The problem | Only the lines below from the one containing "upper: number;" to the one containing "the rays reach" should be repeated, both included and unchanged.

Data for analysis |

+-------+

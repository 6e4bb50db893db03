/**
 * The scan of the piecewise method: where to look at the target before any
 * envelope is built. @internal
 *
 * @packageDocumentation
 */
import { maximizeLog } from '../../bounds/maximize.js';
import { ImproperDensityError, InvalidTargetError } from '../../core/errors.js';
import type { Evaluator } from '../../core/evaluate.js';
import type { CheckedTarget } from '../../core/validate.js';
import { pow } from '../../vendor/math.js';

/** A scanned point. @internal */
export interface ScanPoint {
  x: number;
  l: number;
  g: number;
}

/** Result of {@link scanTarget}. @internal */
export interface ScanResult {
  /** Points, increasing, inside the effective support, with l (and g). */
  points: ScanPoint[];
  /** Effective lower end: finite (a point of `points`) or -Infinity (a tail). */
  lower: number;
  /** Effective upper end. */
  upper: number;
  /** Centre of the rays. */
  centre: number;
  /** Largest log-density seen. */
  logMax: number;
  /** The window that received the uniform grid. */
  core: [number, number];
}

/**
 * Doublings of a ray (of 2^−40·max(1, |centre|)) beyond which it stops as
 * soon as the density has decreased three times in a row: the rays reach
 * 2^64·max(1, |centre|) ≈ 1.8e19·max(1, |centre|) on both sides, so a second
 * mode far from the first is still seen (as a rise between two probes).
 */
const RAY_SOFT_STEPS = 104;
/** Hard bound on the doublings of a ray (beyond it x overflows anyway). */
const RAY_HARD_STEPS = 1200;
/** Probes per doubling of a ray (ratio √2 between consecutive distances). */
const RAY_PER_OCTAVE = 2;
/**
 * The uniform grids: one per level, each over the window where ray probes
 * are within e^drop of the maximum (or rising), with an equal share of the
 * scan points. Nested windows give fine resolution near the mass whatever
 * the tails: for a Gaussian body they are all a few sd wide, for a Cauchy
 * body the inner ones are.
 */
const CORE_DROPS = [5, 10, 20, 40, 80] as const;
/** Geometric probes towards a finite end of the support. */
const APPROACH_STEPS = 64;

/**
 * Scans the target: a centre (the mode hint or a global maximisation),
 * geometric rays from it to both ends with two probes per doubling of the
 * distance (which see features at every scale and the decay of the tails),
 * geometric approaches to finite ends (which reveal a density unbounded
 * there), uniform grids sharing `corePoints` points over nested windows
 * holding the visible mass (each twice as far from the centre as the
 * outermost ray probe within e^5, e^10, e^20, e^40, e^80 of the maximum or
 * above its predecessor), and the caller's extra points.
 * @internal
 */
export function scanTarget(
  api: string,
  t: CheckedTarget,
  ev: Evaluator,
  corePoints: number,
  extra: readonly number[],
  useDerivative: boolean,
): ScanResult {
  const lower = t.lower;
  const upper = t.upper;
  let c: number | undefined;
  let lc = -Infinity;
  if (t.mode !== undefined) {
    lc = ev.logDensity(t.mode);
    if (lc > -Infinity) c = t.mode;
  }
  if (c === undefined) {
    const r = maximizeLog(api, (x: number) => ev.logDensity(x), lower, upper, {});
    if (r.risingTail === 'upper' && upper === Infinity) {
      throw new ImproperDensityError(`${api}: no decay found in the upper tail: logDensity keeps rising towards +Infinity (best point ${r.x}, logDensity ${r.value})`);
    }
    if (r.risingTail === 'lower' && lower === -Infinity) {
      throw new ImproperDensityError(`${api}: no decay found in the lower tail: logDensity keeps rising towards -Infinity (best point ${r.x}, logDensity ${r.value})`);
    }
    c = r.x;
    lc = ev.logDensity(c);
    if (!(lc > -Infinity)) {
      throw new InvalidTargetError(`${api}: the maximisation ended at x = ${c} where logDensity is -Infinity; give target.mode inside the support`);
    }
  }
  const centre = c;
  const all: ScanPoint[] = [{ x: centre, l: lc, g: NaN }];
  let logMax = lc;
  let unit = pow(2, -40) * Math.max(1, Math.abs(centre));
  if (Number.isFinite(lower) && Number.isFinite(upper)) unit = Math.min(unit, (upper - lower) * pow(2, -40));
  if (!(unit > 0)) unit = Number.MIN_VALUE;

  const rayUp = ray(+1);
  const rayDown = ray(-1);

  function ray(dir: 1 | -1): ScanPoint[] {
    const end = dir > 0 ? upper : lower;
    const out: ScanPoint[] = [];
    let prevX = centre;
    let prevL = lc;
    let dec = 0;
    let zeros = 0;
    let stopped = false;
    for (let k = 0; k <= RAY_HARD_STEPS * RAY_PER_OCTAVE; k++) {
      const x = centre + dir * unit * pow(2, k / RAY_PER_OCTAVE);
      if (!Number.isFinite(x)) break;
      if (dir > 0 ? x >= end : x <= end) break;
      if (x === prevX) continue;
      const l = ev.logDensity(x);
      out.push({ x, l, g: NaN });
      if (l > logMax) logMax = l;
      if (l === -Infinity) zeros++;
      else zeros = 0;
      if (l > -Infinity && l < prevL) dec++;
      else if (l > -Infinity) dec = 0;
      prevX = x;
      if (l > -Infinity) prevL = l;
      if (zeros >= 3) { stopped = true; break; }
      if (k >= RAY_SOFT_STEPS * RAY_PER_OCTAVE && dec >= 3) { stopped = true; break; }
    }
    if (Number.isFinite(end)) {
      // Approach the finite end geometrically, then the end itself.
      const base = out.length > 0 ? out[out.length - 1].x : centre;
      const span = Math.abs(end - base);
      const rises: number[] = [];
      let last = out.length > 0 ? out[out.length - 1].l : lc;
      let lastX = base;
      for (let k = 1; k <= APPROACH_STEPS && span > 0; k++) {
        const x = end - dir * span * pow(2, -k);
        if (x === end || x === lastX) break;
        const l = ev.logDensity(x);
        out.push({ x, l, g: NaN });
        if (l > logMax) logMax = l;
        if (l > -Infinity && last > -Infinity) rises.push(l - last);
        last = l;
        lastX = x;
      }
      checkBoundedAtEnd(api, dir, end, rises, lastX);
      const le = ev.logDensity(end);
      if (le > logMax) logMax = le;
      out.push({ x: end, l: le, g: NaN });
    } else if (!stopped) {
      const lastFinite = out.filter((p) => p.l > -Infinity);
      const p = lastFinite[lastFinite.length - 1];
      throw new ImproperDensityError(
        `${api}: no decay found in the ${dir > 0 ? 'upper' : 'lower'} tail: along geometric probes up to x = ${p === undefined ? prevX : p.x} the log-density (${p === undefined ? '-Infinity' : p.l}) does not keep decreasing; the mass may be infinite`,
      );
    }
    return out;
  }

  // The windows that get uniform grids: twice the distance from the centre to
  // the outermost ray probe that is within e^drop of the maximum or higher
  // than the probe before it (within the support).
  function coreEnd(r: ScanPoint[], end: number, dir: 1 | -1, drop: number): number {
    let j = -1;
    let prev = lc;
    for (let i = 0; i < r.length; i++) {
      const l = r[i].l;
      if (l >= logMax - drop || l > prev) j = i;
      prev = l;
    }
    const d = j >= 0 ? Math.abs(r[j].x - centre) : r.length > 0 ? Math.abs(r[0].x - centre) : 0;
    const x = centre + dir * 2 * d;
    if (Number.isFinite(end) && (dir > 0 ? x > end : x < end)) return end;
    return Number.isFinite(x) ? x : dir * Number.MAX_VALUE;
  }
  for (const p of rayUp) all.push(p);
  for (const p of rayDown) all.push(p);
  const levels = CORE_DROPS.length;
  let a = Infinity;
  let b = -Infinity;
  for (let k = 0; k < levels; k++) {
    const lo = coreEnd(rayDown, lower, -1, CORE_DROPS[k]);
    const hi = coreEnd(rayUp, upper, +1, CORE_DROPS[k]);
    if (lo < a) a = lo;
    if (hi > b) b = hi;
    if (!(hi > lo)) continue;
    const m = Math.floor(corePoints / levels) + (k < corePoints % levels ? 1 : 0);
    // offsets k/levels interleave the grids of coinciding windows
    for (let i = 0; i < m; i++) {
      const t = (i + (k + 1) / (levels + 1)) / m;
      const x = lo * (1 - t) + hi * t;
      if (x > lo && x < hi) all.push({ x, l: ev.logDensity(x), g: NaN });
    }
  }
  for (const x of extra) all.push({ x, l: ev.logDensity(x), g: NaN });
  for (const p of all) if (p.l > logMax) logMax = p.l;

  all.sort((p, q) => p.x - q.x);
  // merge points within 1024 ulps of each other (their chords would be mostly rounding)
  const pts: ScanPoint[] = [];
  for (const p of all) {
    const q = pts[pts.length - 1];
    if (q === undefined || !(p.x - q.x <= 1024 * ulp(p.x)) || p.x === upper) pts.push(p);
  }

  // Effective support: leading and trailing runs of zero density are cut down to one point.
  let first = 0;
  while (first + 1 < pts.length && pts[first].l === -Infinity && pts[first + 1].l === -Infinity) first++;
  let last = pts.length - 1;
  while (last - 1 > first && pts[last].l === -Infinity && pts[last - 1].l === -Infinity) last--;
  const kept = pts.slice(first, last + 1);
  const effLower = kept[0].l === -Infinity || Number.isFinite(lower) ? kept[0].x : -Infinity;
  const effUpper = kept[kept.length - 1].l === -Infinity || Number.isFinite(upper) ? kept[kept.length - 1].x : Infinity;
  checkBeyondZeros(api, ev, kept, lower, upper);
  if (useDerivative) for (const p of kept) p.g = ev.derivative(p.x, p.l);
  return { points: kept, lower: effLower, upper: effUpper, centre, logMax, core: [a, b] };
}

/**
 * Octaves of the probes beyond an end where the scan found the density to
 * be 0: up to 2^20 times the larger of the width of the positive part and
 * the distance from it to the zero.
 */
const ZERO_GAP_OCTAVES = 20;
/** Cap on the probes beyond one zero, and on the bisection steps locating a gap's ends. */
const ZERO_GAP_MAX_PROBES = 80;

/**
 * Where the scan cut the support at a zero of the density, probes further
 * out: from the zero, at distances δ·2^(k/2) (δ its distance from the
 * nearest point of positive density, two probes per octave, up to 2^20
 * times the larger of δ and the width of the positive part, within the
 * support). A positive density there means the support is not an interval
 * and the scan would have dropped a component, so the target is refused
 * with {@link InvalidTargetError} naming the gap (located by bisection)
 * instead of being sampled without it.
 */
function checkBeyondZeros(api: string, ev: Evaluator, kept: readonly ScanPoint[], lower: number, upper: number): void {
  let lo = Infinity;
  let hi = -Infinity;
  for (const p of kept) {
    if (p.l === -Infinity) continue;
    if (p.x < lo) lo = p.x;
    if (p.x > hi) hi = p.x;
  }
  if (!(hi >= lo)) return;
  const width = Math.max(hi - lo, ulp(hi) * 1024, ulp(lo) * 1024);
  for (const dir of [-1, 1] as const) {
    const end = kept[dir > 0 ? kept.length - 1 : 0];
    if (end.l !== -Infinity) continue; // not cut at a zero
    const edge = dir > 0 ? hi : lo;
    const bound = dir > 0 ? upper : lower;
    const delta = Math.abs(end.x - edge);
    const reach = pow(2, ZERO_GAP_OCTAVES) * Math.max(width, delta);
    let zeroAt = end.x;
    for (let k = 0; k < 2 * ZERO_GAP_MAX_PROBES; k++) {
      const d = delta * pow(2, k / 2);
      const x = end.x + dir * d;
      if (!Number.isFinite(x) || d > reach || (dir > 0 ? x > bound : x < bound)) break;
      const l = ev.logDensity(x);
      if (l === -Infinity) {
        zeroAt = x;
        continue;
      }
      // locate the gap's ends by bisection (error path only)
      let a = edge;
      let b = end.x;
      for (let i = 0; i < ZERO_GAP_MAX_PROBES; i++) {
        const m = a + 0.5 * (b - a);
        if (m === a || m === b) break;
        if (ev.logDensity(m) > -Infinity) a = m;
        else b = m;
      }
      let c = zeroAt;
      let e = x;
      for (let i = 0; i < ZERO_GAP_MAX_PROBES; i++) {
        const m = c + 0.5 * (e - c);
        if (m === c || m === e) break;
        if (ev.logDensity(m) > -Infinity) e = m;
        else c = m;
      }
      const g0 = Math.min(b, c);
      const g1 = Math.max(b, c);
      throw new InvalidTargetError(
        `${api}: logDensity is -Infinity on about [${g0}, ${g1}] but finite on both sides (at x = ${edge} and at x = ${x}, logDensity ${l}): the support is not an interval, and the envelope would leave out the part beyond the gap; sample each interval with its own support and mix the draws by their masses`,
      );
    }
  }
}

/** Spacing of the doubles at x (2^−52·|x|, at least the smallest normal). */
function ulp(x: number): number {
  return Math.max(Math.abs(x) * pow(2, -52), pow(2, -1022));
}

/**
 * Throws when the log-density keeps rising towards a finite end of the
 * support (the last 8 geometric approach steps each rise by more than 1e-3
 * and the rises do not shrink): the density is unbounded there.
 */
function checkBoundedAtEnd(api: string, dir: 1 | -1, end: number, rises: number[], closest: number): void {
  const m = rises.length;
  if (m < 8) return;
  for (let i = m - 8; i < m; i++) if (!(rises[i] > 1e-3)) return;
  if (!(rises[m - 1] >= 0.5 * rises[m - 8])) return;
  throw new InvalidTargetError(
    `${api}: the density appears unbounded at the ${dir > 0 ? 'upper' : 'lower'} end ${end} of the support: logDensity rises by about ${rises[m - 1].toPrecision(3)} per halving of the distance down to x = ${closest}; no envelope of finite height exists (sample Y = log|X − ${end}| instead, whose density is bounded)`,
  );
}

+-------+

Answer to this task |
  upper: number;
  /** Centre of the rays. */
  centre: number;
  /** Largest log-density seen. */
  logMax: number;
  /** The window that received the uniform grid. */
  core: [number, number];
}

/**
 * Doublings of a ray (of 2^−40·max(1, |centre|)) beyond which it stops as
 * soon as the density has decreased three times in a row: the rays reach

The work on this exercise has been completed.